EXERCISE AIM –
Your task is to filter the data below down to the lines holding "LifePercentile".

**** INFORMATION SHOWN

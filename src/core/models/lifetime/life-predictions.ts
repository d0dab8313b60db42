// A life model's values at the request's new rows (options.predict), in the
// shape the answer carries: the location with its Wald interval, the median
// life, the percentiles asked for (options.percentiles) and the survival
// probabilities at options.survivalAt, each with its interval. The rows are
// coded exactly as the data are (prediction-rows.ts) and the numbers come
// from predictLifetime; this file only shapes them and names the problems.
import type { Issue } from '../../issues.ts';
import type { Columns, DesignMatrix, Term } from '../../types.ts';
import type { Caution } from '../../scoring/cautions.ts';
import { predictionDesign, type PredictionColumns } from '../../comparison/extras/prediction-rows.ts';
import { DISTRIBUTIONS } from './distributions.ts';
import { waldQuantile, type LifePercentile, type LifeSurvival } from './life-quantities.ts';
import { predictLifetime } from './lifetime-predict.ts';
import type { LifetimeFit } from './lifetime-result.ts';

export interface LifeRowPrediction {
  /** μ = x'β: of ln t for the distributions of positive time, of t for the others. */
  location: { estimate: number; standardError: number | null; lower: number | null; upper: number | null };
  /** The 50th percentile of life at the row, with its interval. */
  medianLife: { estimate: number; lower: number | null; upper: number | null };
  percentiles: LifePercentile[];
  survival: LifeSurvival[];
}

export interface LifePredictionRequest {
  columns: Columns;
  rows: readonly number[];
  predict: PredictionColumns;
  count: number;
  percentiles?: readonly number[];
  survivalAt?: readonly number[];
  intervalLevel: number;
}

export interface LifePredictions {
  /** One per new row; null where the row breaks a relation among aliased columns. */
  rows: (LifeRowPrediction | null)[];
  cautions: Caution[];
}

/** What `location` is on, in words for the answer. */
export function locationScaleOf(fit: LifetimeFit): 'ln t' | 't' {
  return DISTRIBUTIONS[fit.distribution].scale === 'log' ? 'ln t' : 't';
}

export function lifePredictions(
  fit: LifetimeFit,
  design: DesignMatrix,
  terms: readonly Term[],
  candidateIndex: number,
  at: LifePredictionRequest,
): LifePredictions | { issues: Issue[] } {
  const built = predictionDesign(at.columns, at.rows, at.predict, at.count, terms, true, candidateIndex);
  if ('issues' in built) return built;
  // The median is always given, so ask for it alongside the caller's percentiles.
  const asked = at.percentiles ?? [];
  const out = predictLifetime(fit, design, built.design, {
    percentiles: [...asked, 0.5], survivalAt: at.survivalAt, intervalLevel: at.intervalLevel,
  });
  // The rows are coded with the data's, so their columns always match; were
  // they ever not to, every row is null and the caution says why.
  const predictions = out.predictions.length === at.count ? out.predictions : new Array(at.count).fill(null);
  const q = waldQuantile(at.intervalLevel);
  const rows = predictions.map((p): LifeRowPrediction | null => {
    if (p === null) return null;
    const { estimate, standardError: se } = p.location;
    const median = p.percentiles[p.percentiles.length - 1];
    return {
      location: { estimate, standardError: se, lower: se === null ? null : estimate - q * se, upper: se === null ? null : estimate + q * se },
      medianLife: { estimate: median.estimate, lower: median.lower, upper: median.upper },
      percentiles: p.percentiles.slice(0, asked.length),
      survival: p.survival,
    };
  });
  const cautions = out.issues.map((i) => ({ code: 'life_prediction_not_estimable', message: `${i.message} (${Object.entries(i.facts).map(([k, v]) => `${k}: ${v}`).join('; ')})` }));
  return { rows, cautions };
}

********

RESULT OF THE TASK –
import { waldQuantile, type LifePercentile, type LifeSurvival } from './life-quantities.ts';
  percentiles: LifePercentile[];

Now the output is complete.